Critic mode adds planning, proactive scratch/memory usage, and post-response verification. Recommended for high-stakes work like deployments, git operations, and multi-file edits.

  • Planning — writes a plan to scratch before multi-step tasks
  • Proactive scratch — accumulates findings during complex work
  • Verification — a critic agent reviews the work and prints a verdict (PASS / WARN / FAIL)
bernard
bernard> /critic on
   Critic mode enabled.

bernard> refactor the auth module to use JWT
  ▶ scratch: write plan
  ▶ shell: cat src/auth.ts
  ▶ write: src/auth.ts
  ▶ shell: npm test

  ┌─ critic verdict
  │ PASS — All claimed edits match tool calls.
  │ Tests pass after refactor. No issues found.
  └─

bernard> /critic off
  Critic mode disabled.

Conversation Summaries new

A fourth specialized domain in Bernard's RAG memory system, joining Tool Usage Patterns, User Preferences, and General Knowledge. Conversation summaries capture what was discussed, approaches taken, tools/specialists/routines used, and outcomes.

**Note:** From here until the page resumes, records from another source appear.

/**
 * steinbrennerFactors without the result object: writes F1 to out[0] and F2
 * to out[1]. The settlement check calls it some half a million times, and an
 * object per call was a fifth of the check's garbage-collection time. Same
 * formulas, same source (Steinbrenner 1934; see steinbrennerFactors); inputs
 * are validated by the callers (m′ > 0 finite, n′ ≥ 0).
 *
 * @param lengthRatio m′ = L′/B′, dimensionless
 * @param depthRatio n′ = H/B′, dimensionless (Infinity for a half-space)
 * @param out two slots, overwritten with F1 and F2
 * @example steinbrennerFactorsInto(1, 1, out) // out = [0.1419, 0.0833]
 */
export function steinbrennerFactorsInto(lengthRatio: number, depthRatio: number, out: Float64Array): void {
  const m = lengthRatio;
  const n = depthRatio;
  if (n === 0) {
    out[0] = 0;
    out[1] = 0;
    return;
  }
  const rootM = Math.sqrt(m * m + 1);
  if (n === Infinity) {
    out[0] = (m * Math.log((1 + rootM) / m) + Math.log(m + rootM)) / Math.PI;
    out[1] = 0;
    return;
  }
  const rootMn = Math.sqrt(m * m + n * n + 1);
  const a0 = m * Math.log(((1 + rootM) * Math.sqrt(m * m + n * n)) / (m * (1 + rootMn)));
  const a1 = Math.log(((m + rootM) * Math.sqrt(1 + n * n)) / (m + rootMn));
  out[0] = (a0 + a1) / Math.PI;
  out[1] = (n / (2 * Math.PI)) * Math.atan(m / (n * rootMn));
}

  • Extracts high-level summaries of what was accomplished each session
  • Helps identify recurring patterns across conversations
  • All four domain extractors run in parallel — no extra latency
  • Search returns up to 5 results per domain (15 total max), preventing any single domain from crowding out others
bernard
// After a session, Bernard extracts memories by domain:
  ▶ Extracting facts…
    tool-usage: 3 facts
    user-preferences: 1 fact
    general: 2 facts
    conversations: 1 fact

// In a future session, recalled context is organized by domain:
bernard> /rag
  RAG Memory: 142 facts across 4 domains
    tool-usage       48 facts
    user-preferences 31 facts
    general          41 facts
    conversations    22 facts

Earlier releases — Routines, the multi-provider switch, and the first sub-agent loop — predate this changelog format and aren't reproduced here. See the git history for anything before v0.6.0.